No. I don't get it. It's sounds like fast food snacking to me. It sounds trivial. I'm just old fashioned I guess. I doubt I could even have a functioning physical relationship with a woman I don't really care about.


----------



## Grayson (Oct 28, 2010)

irish cple said:


> My wife has cheated on me before and i used to think this myself about her being with another guy but the more i thought about watching her having sex with another bloke then it really got me turned on like never before, im not afraid to say that i nearly came when i was thinking about me watching her with a guy who is VWE and giving her the best sex shes ever got, i have never experienced a fantasey like it and then it opened up thoughts that i'd thought never in a million years would i be thinking them.


Some people can enjoy the reality, some just the fantasy, and some of us...neither. As a couple of us have said here in the thread, if you both choose to go forward with it, be sure you're doing so with open eyes. It might be something you enjoy...or it might end up being that the fantasy was much more pleasing than the reality.

A couple that my wife has known since high school had (what I believe was) their first threesome several weeks ago, and they loved it. For myself, I know my personal boundaries and issues, so I know I don't want to see or even think about my wife with another man.
_Posted via Mobile Device_


----------



## Mom6547 (Jul 13, 2010)

irish cple said:


> My wife has cheated on me before


This is sending loud alarms off in my head. Swinging requires EXTREME trust. I cannot see how you can trust her to be a person of character in swinging if you could not trust her to be faithful. Tread more than carefully here.


----------



## Mom6547 (Jul 13, 2010)

Runs like Dog said:


> No. I don't get it. It's sounds like fast food snacking to me.
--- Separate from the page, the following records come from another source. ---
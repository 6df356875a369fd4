using ModelLab.Statistics.Numerics;

namespace ModelLab.Statistics.Inference;

/// <summary>
/// Correlations of the outcome with one column given all others, from its t.
/// </summary>
/// <remarks>
/// Partial: the others are taken out of both, t/√(t² + n − p). Semi-partial: out of the column only, t√((1 − R²)/(n − p)); its square is
/// the R² that the column adds last. Both have the sign of t. Source: Cohen, Cohen, West and Aiken (2003), Applied Multiple
/// Regression/Correlation Analysis, 3rd ed., section 3.3.
/// </remarks>
public static class PartialCorrelation
{
    /// <summary>Partial correlation.</summary>
    public static DoubleDouble Partial(DoubleDouble t, int residualDegrees) =>
        t / DoubleDouble.Sqrt((t * t) + residualDegrees);

    /// <summary>Semi-partial correlation.</summary>
    /// <param name="t">t of the coefficient.</param>
    /// <param name="unexplained">1 − R².</param>
    /// <param name="residualDegrees">n − p.</param>
    public static DoubleDouble SemiPartial(DoubleDouble t, DoubleDouble unexplained, int residualDegrees) =>
        t * DoubleDouble.Sqrt(unexplained / residualDegrees);
}
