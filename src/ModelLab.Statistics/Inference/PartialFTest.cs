using ModelLab.Statistics.Distributions;
using ModelLab.Statistics.LeastSquares;
using ModelLab.Statistics.Numerics;

namespace ModelLab.Statistics.Inference;

/// <summary>
/// Partial F test of a set of columns given all others.
/// </summary>
/// <remarks>
/// Taking q columns out raises the residual sum of squares by SS = b'V⁻¹b, b their coefficients and V their block of (X'X)⁻¹: the same as
/// the difference to the fit without them. F = (SS/q)/(RSS/(n − p)) on (q, n − p) degrees of freedom. Undefined at an exact fit.
/// Source: Seber and Lee (2003), Linear Regression Analysis, 2nd ed., section 4.3.
/// </remarks>
public static class PartialFTest
{
    /// <summary>F, or null at an exact fit (RSS = 0).</summary>
    public static DoubleDouble? F(DoubleDouble sumOfSquares, int columns, DoubleDouble residualSumOfSquares, int residualDegrees) =>
        residualSumOfSquares.IsZero ? null : sumOfSquares / columns / (residualSumOfSquares / residualDegrees);

    /// <summary>Upper tail of F.</summary>
    public static double P(DoubleDouble f, int columns, int residualDegrees) => FisherF.UpperTail(f.Hi, columns, residualDegrees);

    /// <summary>By how much RSS rises when columns <paramref name="first"/> to first + count − 1 are taken out.</summary>
    internal static DoubleDouble SumOfSquares(LeastSquaresFit fit, int first, int count)
    {
        // With V = LL', b'V⁻¹b is the squared length of L⁻¹b.
        var factor = SymmetricFactor.Of(count, (row, column) => fit.CrossProductInverse(first + row, first + column));
        var sum = DoubleDouble.Zero;
        var solved = new DoubleDouble[count];
        for (var row = 0; row < count; row++)
        {
            var value = fit.Coefficient(first + row);
            for (var column = 0; column < row; column++)
            {
                value -= factor[row, column] * solved[column];
            }

            solved[row] = value / factor[row, row];
            sum += solved[row] * solved[row];
        }

        return sum;
    }
}
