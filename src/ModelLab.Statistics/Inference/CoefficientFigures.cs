using ModelLab.Statistics.Designs;
using ModelLab.Statistics.Distributions;
using ModelLab.Statistics.LeastSquares;
using ModelLab.Statistics.Numerics;

namespace ModelLab.Statistics.Inference;

/// <summary>
/// The coefficients with what is inferred of each: standard error s√(X'X)⁻¹ⱼⱼ, t = b/SE on n − p degrees of freedom, its two-sided p and
/// the interval b ± t·SE. All of it undefined at an exact fit. Source: Seber and Lee (2003), Linear Regression Analysis, chapters 3–5.
/// </summary>
internal static class CoefficientFigures
{
    /// <summary>The coefficients in the order of the design's columns.</summary>
    public static IReadOnlyList<CoefficientResult> Of(LeastSquaresFit fit, double confidence)
    {
        var quantile = fit.IsExact ? double.NaN : StudentT.UpperQuantile(ConfidenceLevel.UpperTail(confidence), fit.ResidualDegrees);
        var standardised = StandardisedCoefficient.Of(fit);
        var results = new CoefficientResult[fit.Columns];
        for (var column = 0; column < results.Length; column++)
        {
            results[column] = Of(fit, column, quantile, standardised[column]);
        }

        return results;
    }

    private static CoefficientResult Of(LeastSquaresFit fit, int column, double quantile, DoubleDouble? standardised)
    {
        var design = fit.Design;
        var named = design.Columns[column];
        var exponent = design.OutcomeExponent - design.Exponent(column);
        var estimate = DoubleDouble.ScaleB(fit.Coefficient(column), exponent);
        var isSlope = named.Term is not null;
        var result = new CoefficientResult(
            named.Term, named.CategoryIndex, named.Category, estimate.Hi, null, null, null, null, null,
            standardised?.Hi, null, null, isSlope ? VarianceInflationFactor.Of(fit, column)?.Hi : null);
        if (fit.IsExact)
        {
            return result;
        }

        var error = DoubleDouble.ScaleB(DoubleDouble.Sqrt(fit.CrossProductInverse(column, column) * fit.MeanSquare), exponent);
        var t = estimate / error;
        var isSingle = isSlope && !SharesTerm(design, column, column - 1) && !SharesTerm(design, column, column + 1);
        var unexplained = fit.ResidualSumOfSquares / fit.TotalSumOfSquares;
        return result with
        {
            StandardError = error.Hi,
            T = t.Hi,
            P = StudentT.TwoSided(t.Hi, fit.ResidualDegrees),
            Lower = (estimate - (error * quantile)).Hi,
            Upper = (estimate + (error * quantile)).Hi,
            PartialR = isSingle ? PartialCorrelation.Partial(t, fit.ResidualDegrees).Hi : null,
            SemiPartialR = isSingle ? PartialCorrelation.SemiPartial(t, unexplained, fit.ResidualDegrees).Hi : null,
        };
    }

    // The columns of a term stand side by side.
    private static bool SharesTerm(Design design, int column, int other) =>
        other >= 0 && other < design.Columns.Count && ReferenceEquals(design.Columns[column].Term, design.Columns[other].Term);
}
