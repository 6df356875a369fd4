using ModelLab.Statistics.LeastSquares;
using ModelLab.Statistics.Numerics;

namespace ModelLab.Statistics.Inference;

/// <summary>
/// By how much the joint confidence region of a term's coefficients (its squared volume) is larger than if the term were uncorrelated
/// with all others: GVIF = det(C₁₁) · det(C₂₂)/det(C), C the correlations of all columns, C₁₁ those of the term's own, C₂₂ those of the
/// others.
/// </summary>
/// <remarks>
/// The choice of the reference category does not change it, and for one column it is the VIF. To compare terms of different numbers of
/// columns q, take GVIF^(1/(2q)). By the inverse of a partitioned matrix, det(C₂₂)/det(C) is the determinant of the term's block of C⁻¹,
/// so the figure is formed from the block of (X'X)⁻¹ and the centred cross products alone. Undefined without intercept.
/// Source: Fox and Monette (1992), "Generalized collinearity diagnostics", Journal of the American Statistical Association 87.
/// </remarks>
internal static class GeneralisedVarianceInflationFactor
{
    /// <summary>GVIF of columns <paramref name="first"/> to first + count − 1, or null without intercept.</summary>
    public static DoubleDouble? Of(LeastSquaresFit fit, int first, int count)
    {
        if (!fit.Design.Specification.Intercept)
        {
            return null;
        }

        var own = SymmetricFactor.Of(count, (row, column) => fit.CentredProduct(first + row, first + column));
        var inverse = SymmetricFactor.Of(count, (row, column) => fit.CrossProductInverse(first + row, first + column));

        // The roots of the determinants are multiplied factor by factor, so that neither leaves the range of double.
        var product = DoubleDouble.One;
        for (var i = 0; i < count; i++)
        {
            product *= own[i, i] * inverse[i, i];
        }

        return product * product;
    }
}
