using ModelLab.Statistics.LeastSquares;
using ModelLab.Statistics.Numerics;

namespace ModelLab.Statistics.Inference;

/// <summary>
/// The analysis-of-variance table: SST = explained + RSS with their degrees of freedom, and the overall F = (explained/df)/(RSS/(n − p)).
/// About zero without intercept. F is undefined without predictors and at an exact fit.
/// </summary>
internal static class AnalysisOfVariance
{
    /// <summary>Overall F, or null where undefined.</summary>
    public static DoubleDouble? F(LeastSquaresFit fit) => ModelDegrees(fit) == 0
        ? null
        : PartialFTest.F(Explained(fit), ModelDegrees(fit), fit.ResidualSumOfSquares, fit.ResidualDegrees);

    /// <summary>Its p, or null where undefined.</summary>
    public static double? P(LeastSquaresFit fit) => F(fit) is { } f ? PartialFTest.P(f, ModelDegrees(fit), fit.ResidualDegrees) : null;

    /// <summary>SST − RSS; zero without predictors.</summary>
    public static DoubleDouble Explained(LeastSquaresFit fit) =>
        ModelDegrees(fit) == 0 ? DoubleDouble.Zero : fit.TotalSumOfSquares - fit.ResidualSumOfSquares;

    /// <summary>Columns without the intercept.</summary>
    public static int ModelDegrees(LeastSquaresFit fit) => fit.Columns - (fit.Design.Specification.Intercept ? 1 : 0);

    /// <summary>The three lines.</summary>
    public static IReadOnlyList<VarianceLine> Of(LeastSquaresFit fit)
    {
        var degrees = ModelDegrees(fit);
        var explained = Explained(fit);
        return
        [
            new VarianceLine(VarianceSource.Model, degrees, InUnits(fit, explained), degrees == 0 ? null : InUnits(fit, explained / degrees), F(fit)?.Hi, P(fit)),
            new VarianceLine(VarianceSource.Residual, fit.ResidualDegrees, InUnits(fit, fit.ResidualSumOfSquares), InUnits(fit, fit.MeanSquare), null, null),
            new VarianceLine(VarianceSource.Total, degrees + fit.ResidualDegrees, InUnits(fit, fit.TotalSumOfSquares), null, null, null),
        ];
    }

    private static double InUnits(LeastSquaresFit fit, DoubleDouble square) => DoubleDouble.ScaleB(square, 2 * fit.Design.OutcomeExponent).Hi;
}
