"use server";

import { revalidatePath } from "next/cache";
import { commentRefInput, createCommentInput } from "@/lib/domain/comment/schema";
import { plural } from "@/lib/format/words";
import { action } from "@/lib/http/action";
import { createComment } from "@/lib/services/comments/create-comment";
import { deleteComment } from "@/lib/services/comments/delete-comment";

export const createCommentAction = action(async ({ ctx, input }) => {
  const { mentionCount } = await createComment({ ctx, input: createCommentInput.parse(input) });
  revalidatePath(`/trips/${String(input.tripId)}`, "layout");
  return {
    message: mentionCount > 0 ? `Written. ${plural(mentionCount, "mail is", "mails are")} on the way.` : "Written.",
  };
});

export const deleteCommentAction = action(async ({ ctx, input }) => {
  await deleteComment({ ctx, input: commentRefInput.parse(input) });
  revalidatePath(`/trips/${String(input.tripId)}`, "layout");
  return { message: "Deleted." };
});
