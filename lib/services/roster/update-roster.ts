import { eq } from "drizzle-orm";
import type { z } from "zod";
import { withTransaction } from "@/db/client";
import { roster } from "@/db/schema";
import { requirePermission } from "@/lib/auth/permission";
import { rosterInput } from "@/lib/domain/roster/schema";
import { AppError } from "@/lib/errors";
import type { Context } from "@/lib/services/context/context";
import { loadTripRow, recordChange, refuseStale } from "../trips/internal";
import { parseInput } from "../trips/parse-input";
import { fillPlaces, loadRosterSettings } from "./internal";

/** Places, the last day for an answer, reminders, and how long details are kept. New places go to who waits. */
export async function updateRoster({
  ctx,
  input,
}: {
  ctx: Context;
  input: z.input<typeof rosterInput>;
}): Promise<void> {
  const { tripId, version, ...settings } = parseInput(rosterInput, input);
  await withTransaction(async (tx) => {
    await requirePermission(ctx, tripId, "people.edit", tx);
    const trip = await loadTripRow(tx, tripId);
    const current = await loadRosterSettings(tx, tripId);
    if (current.version !== version) {
      await refuseStale(tx, { trip, entityId: `roster ${tripId}`, what: "the answers and places", current });
    }
    if (settings.answerBy !== null && settings.answerBy > trip.startDate) {
      const sentence = "The last day for an answer can't be after the trip begins.";
      throw new AppError("bad-input", sentence, { fieldErrors: { answerBy: [sentence] } });
    }
    const row = { ...settings, version: version + 1, updatedAt: new Date() };
    await tx
      .insert(roster)
      .values({ tripId, ...row })
      .onConflictDoUpdate({ target: roster.tripId, set: row, setWhere: eq(roster.version, version) });
    await recordChange(tx, ctx, {
      tripId,
      action: "update",
      entity: "person",
      entityId: `roster ${tripId}`,
      summary: "answers and places",
      isPrinted: false,
    });
    await fillPlaces(tx, trip);
  });
}
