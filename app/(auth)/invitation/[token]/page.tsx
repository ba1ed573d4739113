import type { Metadata } from "next";
import type { ReactNode } from "react";
import { LinkButton } from "@/components/ui/button";
import { ActionForm, SubmitButton } from "@/components/ui/action-form";
import { TextField } from "@/components/ui/fields";
import { getContext } from "@/lib/auth/session";
import { AppError } from "@/lib/errors";
import { getInvitation, type InvitationView } from "@/lib/services/invitations/get-invitation";
import { AnswerForm } from "@/components/answers/answer-form";
import { describeOwnAnswer } from "@/components/answers/answer-words";
import {
  acceptInvitationAction,
  answerInvitationAction,
  signOutAction,
  signUpWithInvitationAction,
} from "../../actions";
import { AuthHeading } from "../../_components/auth-heading";
import { NewPasswordField } from "../../_components/new-password-field";

export const metadata: Metadata = { title: "Invitation" };

interface InvitationPageProps {
  readonly params: Promise<{ token: string }>;
}

async function readInvitation(token: string): Promise<InvitationView | string> {
  try {
    return await getInvitation({ input: { token } });
  } catch (error) {
    if (error instanceof AppError) return error.userMessage;
    throw error;
  }
}

export default async function InvitationPage({ params }: InvitationPageProps) {
  const { token } = await params;
  const invitation = await readInvitation(token);
  const ctx = await getContext();
  if (typeof invitation === "string") {
    return (
      <>
        <AuthHeading title="This invitation can't be used">{invitation}</AuthHeading>
        <LinkButton href={ctx ? "/trips" : "/sign-in"}>{ctx ? "To your trips" : "To sign in"}</LinkButton>
      </>
    );
  }
  const { tripName, dates, own } = invitation;
  return (
    <>
      <AuthHeading title={tripName}>
        {dates}. {describeOwnAnswer(own)}
      </AuthHeading>
      {!own.isCalledOff && <AnswerForm action={answerInvitationAction} hidden={{ token }} own={own} />}
      {own.answer?.value !== "no" && !own.isCalledOff && (
        <div className="mt-8 border-t border-hair pt-6">
          <Join invitation={invitation} token={token} signedInAs={ctx?.actor.email.toLowerCase() ?? null} />
        </div>
      )}
    </>
  );
}

/** The way onto the trip: with the account that is signed in, another that has to sign in, or a new one. */
function Join({
  invitation: { personName, email, hasAccount },
  token,
  signedInAs,
}: {
  readonly invitation: InvitationView;
  readonly token: string;
  readonly signedInAs: string | null;
}) {
  const path = `/invitation/${token}`;
  if (signedInAs === email) {
    return (
      <>
        <JoinHeading>You are signed in as {email}.</JoinHeading>
        <ActionForm action={acceptInvitationAction} doneText={null}>
          <input type="hidden" name="token" value={token} />
          <SubmitButton>Join the trip</SubmitButton>
        </ActionForm>
      </>
    );
  }
  if (signedInAs !== null) {
    return (
      <>
        <JoinHeading>
          This invitation is for {email}; you are signed in as {signedInAs}. Sign out to use it.
        </JoinHeading>
        <ActionForm action={signOutAction} doneText={null}>
          <input type="hidden" name="next" value={path} />
          <SubmitButton>Sign out</SubmitButton>
        </ActionForm>
      </>
    );
  }
  if (hasAccount) {
    return (
      <>
        <JoinHeading>You have an account with {email}. Sign in to join.</JoinHeading>
        <LinkButton look="primary" href={`/sign-in?next=${encodeURIComponent(path)}`}>
          Sign in
        </LinkButton>
      </>
    );
  }
  return (
    <>
      <JoinHeading>
        Make an account for {email} to see where you sleep, how your shelter is pitched and what you carry. Your address
        counts as confirmed, since this link came to it.
      </JoinHeading>
      <ActionForm action={signUpWithInvitationAction} doneText={null} className="flex flex-col gap-4">
        <input type="hidden" name="token" value={token} />
        <input type="hidden" name="email" value={email} autoComplete="username" />
        <TextField label="Name" name="name" defaultValue={personName} autoComplete="name" required />
        <NewPasswordField label="Password" name="password" isOptional />
        <SubmitButton>Join the trip</SubmitButton>
      </ActionForm>
    </>
  );
}

function JoinHeading({ children }: { readonly children: ReactNode }) {
  return (
    <>
      <h2 className="text-18 font-bold">Join the trip</h2>
      <p className="mt-1 mb-4 text-15 text-pencil">{children}</p>
    </>
  );
}
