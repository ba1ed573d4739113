import { existsSync } from "node:fs";
import { join } from "node:path";
import { env } from "@/lib/env";
import { AppError } from "@/lib/errors";
import { WorkerFailure, WorkerPool } from "./pool";

const POOLS = {
  analysis: { threads: 2, timeoutMs: 20_000, maxWaiting: 200, memoryMb: 128 },
  pdf: { threads: 1, timeoutMs: 60_000, maxWaiting: 40, memoryMb: 512 },
  gpx: { threads: 1, timeoutMs: 20_000, maxWaiting: 20, memoryMb: 384 },
} as const;
export type WorkerName = keyof typeof POOLS;

// On globalThis: bundles of routes and pages are separate, the threads must be shared.
const store = globalThis as typeof globalThis & { leesteadWorkers?: Map<WorkerName, WorkerPool> };

/** Null where no bundle was built: in development and in tests the task runs in this thread, from the source. */
function findPool(name: WorkerName): WorkerPool | null {
  if (!env.isProduction) return null;
  const pools = (store.leesteadWorkers ??= new Map());
  const known = pools.get(name);
  if (known) return known;
  const script = join(/* turbopackIgnore: true */ process.cwd(), ".next", "workers", `${name}.mjs`);
  if (!existsSync(script)) return null;
  const pool = new WorkerPool(script, POOLS[name]);
  pools.set(name, pool);
  return pool;
}

/**
 * Runs a task in a thread of its own, so that other requests are not held up. The payload and the result are cloned:
 * plain data only. `runHere` is the same task for where there is no bundle.
 */
export async function runInWorker<Payload, Result>(
  name: WorkerName,
  payload: Payload,
  runHere: (payload: Payload) => Result | Promise<Result>,
): Promise<Result> {
  const pool = findPool(name);
  if (!pool) return runHere(payload);
  try {
    return (await pool.run(payload)) as Result;
  } catch (error) {
    if (!(error instanceof WorkerFailure) || error.reason === "task-failed") throw error;
    throw new AppError("unavailable", "That took too long just now. Try again in a moment.", { cause: error });
  }
}

/** Ends the idle threads; for a graceful stop. */
export async function closeWorkers(): Promise<void> {
  await Promise.all([...(store.leesteadWorkers?.values() ?? [])].map((pool) => pool.close()));
}
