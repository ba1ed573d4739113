import { eq } from "drizzle-orm";
import { personalDetail } from "@/db/schema";
import { personalDetailsSchema, type PersonalDetails } from "@/lib/domain/details/schema";
import type { Reader } from "../trips/internal";
import { unseal } from "./seal";

export type DetailRow = typeof personalDetail.$inferSelect;

export const NO_DETAILS: PersonalDetails = { phone: "", emergencyContacts: [], health: "", diet: "" };

export function openDetails(row: DetailRow): PersonalDetails {
  const text = unseal(row.sealed, { rowId: row.id, personId: row.personId, tripId: row.tripId });
  return personalDetailsSchema.parse(JSON.parse(text));
}

export async function findDetailRow(reader: Reader, personId: string): Promise<DetailRow | null> {
  const [row] = await reader.select().from(personalDetail).where(eq(personalDetail.personId, personId));
  return row ?? null;
}
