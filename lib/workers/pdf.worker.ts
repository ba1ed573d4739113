import { renderPdf } from "./pdf-task";
import { serveWorker } from "./serve-worker";

serveWorker(renderPdf);
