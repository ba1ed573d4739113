import { createCipheriv, createDecipheriv, randomBytes } from "node:crypto";
import { env } from "@/lib/env";
import { AppError } from "@/lib/errors";

const NONCE_BYTES = 12;
const TAG_BYTES = 16;

/** Where the text belongs: opened anywhere else, it is refused. */
export interface SealedPlace {
  readonly rowId: string;
  readonly personId: string;
  readonly tripId: string;
}

const toAad = ({ rowId, personId, tripId }: SealedPlace) => Buffer.from(`details ${rowId} ${personId} ${tripId}`);

/** AES-256-GCM under the first key of the settings: "key id.nonce.tag.ciphertext". */
export function seal(text: string, place: SealedPlace): string {
  const [current] = env.detailsKeys;
  if (!current) throw new Error("There is no key for details.");
  const nonce = randomBytes(NONCE_BYTES);
  const cipher = createCipheriv("aes-256-gcm", current.key, nonce, { authTagLength: TAG_BYTES });
  cipher.setAAD(toAad(place));
  const body = Buffer.concat([cipher.update(text, "utf8"), cipher.final()]);
  return [current.id, ...[nonce, cipher.getAuthTag(), body].map((part) => part.toString("base64url"))].join(".");
}

export function isSealedWithCurrentKey(sealed: string): boolean {
  return sealed.startsWith(`${env.detailsKeys[0]?.id}.`);
}

const UNREADABLE = "These details can't be read with the keys that this server has. Ask whoever runs it.";

/** The text again; a refusal when the key is not there, or when anything of it or its place was changed. */
export function unseal(sealed: string, place: SealedPlace): string {
  const [keyId = "", ...parts] = sealed.split(".");
  const [nonce, tag, body] = parts.map((part) => Buffer.from(part, "base64url"));
  const known = env.detailsKeys.find((one) => one.id === keyId);
  if (!known || !nonce || !tag || !body || nonce.length !== NONCE_BYTES || tag.length !== TAG_BYTES) {
    throw new AppError("unavailable", UNREADABLE);
  }
  try {
    const decipher = createDecipheriv("aes-256-gcm", known.key, nonce, { authTagLength: TAG_BYTES });
    decipher.setAAD(toAad(place));
    decipher.setAuthTag(tag);
    return Buffer.concat([decipher.update(body), decipher.final()]).toString("utf8");
  } catch {
    throw new AppError("unavailable", UNREADABLE);
  }
}
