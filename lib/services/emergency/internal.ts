import { tz } from "@date-fns/tz";
import { addMinutes, format } from "date-fns";
import { eq } from "drizzle-orm";
import { emergencyPlan } from "@/db/schema";
import type { EmergencyPlanView } from "@/lib/domain/people-views";
import type { Reader, TripRow } from "../trips/internal";

export type EmergencyRow = typeof emergencyPlan.$inferSelect;

/** Version 0 while nobody has written one. */
export async function loadEmergencyPlan(reader: Reader, tripId: string): Promise<EmergencyRow> {
  const [row] = await reader.select().from(emergencyPlan).where(eq(emergencyPlan.tripId, tripId));
  return (
    row ?? {
      tripId,
      meetingPoints: "",
      wayOut: "",
      groupPhone: "",
      dueBackAt: null,
      outsideName: "",
      outsideEmail: "",
      outsidePhone: "",
      steps: [],
      version: 0,
      sentVersion: null,
      sentAt: null,
      backAt: null,
      updatedAt: new Date(0),
    }
  );
}

/** "Sun 14 June 20:30" on the clock of the trip. */
export function formatMoment(instant: Date, timeZone: string): string {
  return format(instant, "EEE d MMMM HH:mm", { in: tz(timeZone) });
}

function listMissing(row: EmergencyRow): string[] {
  return [
    ...(row.dueBackAt === null ? ["when the group is due back"] : []),
    ...(row.outsideName === "" ? ["the name of the contact outside"] : []),
    ...(row.outsideEmail === "" ? ["the address of the contact outside"] : []),
    ...(row.steps.length === 0 ? ["at least one step"] : []),
  ];
}

export function toEmergencyView(row: EmergencyRow, trip: TripRow): EmergencyPlanView {
  const { dueBackAt } = row;
  const clock = (pattern: string) => (dueBackAt ? format(dueBackAt, pattern, { in: tz(trip.timeZone) }) : "");
  return {
    meetingPoints: row.meetingPoints,
    wayOut: row.wayOut,
    groupPhone: row.groupPhone,
    dueBackDay: clock("yyyy-MM-dd"),
    dueBackTime: clock("HH:mm"),
    outsideName: row.outsideName,
    outsideEmail: row.outsideEmail,
    outsidePhone: row.outsidePhone,
    steps: row.steps.map((step) => ({
      ...step,
      at: dueBackAt && formatMoment(addMinutes(dueBackAt, step.afterMinutes), trip.timeZone),
    })),
    version: row.version,
    sentVersion: row.sentVersion,
    sentAt: row.sentAt?.toISOString() ?? null,
    backAt: row.backAt?.toISOString() ?? null,
    missing: listMissing(row),
  };
}
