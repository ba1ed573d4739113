import { parentPort } from "node:worker_threads";
import type { WorkerAnswer } from "./pool";

/** The inside of a worker thread: answers each message with the task's result, or says why there is none. */
export function serveWorker<Payload, Result>(task: (payload: Payload) => Result | Promise<Result>): void {
  const port = parentPort;
  if (!port) throw new Error("This script runs in a worker thread only.");
  port.on("message", async (payload: Payload) => {
    let answer: WorkerAnswer;
    try {
      answer = { result: await task(payload) };
    } catch (error) {
      answer = { failure: error instanceof Error ? `${error.name}: ${error.message}` : String(error) };
    }
    port.postMessage(answer);
  });
}
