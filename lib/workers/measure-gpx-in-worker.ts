import { measureGpx, type GpxAnswer } from "./gpx-task";
import { runInWorker } from "./run-in-worker";

/** A file read and measured without holding up other requests. */
export function measureGpxInWorker(bytes: Uint8Array): Promise<GpxAnswer> {
  return runInWorker("gpx", bytes, measureGpx);
}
So you don't understand it. You could be given insight into another point of view, but you don't want to? You want to maintain ignorance? I don't understand that. Certainly is your right. But I will never understand it.


----------



## irish cple (May 23, 2011)

Mom6547 said:


> I felt nervous, excited. We went quite slowly. He was VERY careful to make sure I felt safe.
> 
> 
> Did you enjoy it thou and did it make you want more of it. Can i also ask why you got into the swinging lifestyle
> ...


----------



## irish cple (May 23, 2011)

Mom6547 said:


> This is sending loud alarms off in my head. Swinging requires EXTREME trust. I cannot see how you can trust her to be a person of character in swinging if you could not trust her to be faithful. Tread more than carefully here.



I havent been that faithfull myself thou, you see we got together when we were young 16 and 18 and cheated before it got really serious. We have got over the cheating so its not an issue at all concerning the swinging.


----------



## Mom6547 (Jul 13, 2010)

irish cple said:


> Did you enjoy it thou and did it make you want more of it. Can i also ask why you got into the swinging lifestyle


I don't remember the exact progression of feelings / decisions. We both had the nagging back of the mind thought that I was bi. I did not want to admit it. I was very scared and prissy when we first got married. Over the years, his trustworthiness allowed me to speak very openly to him and open up sexually.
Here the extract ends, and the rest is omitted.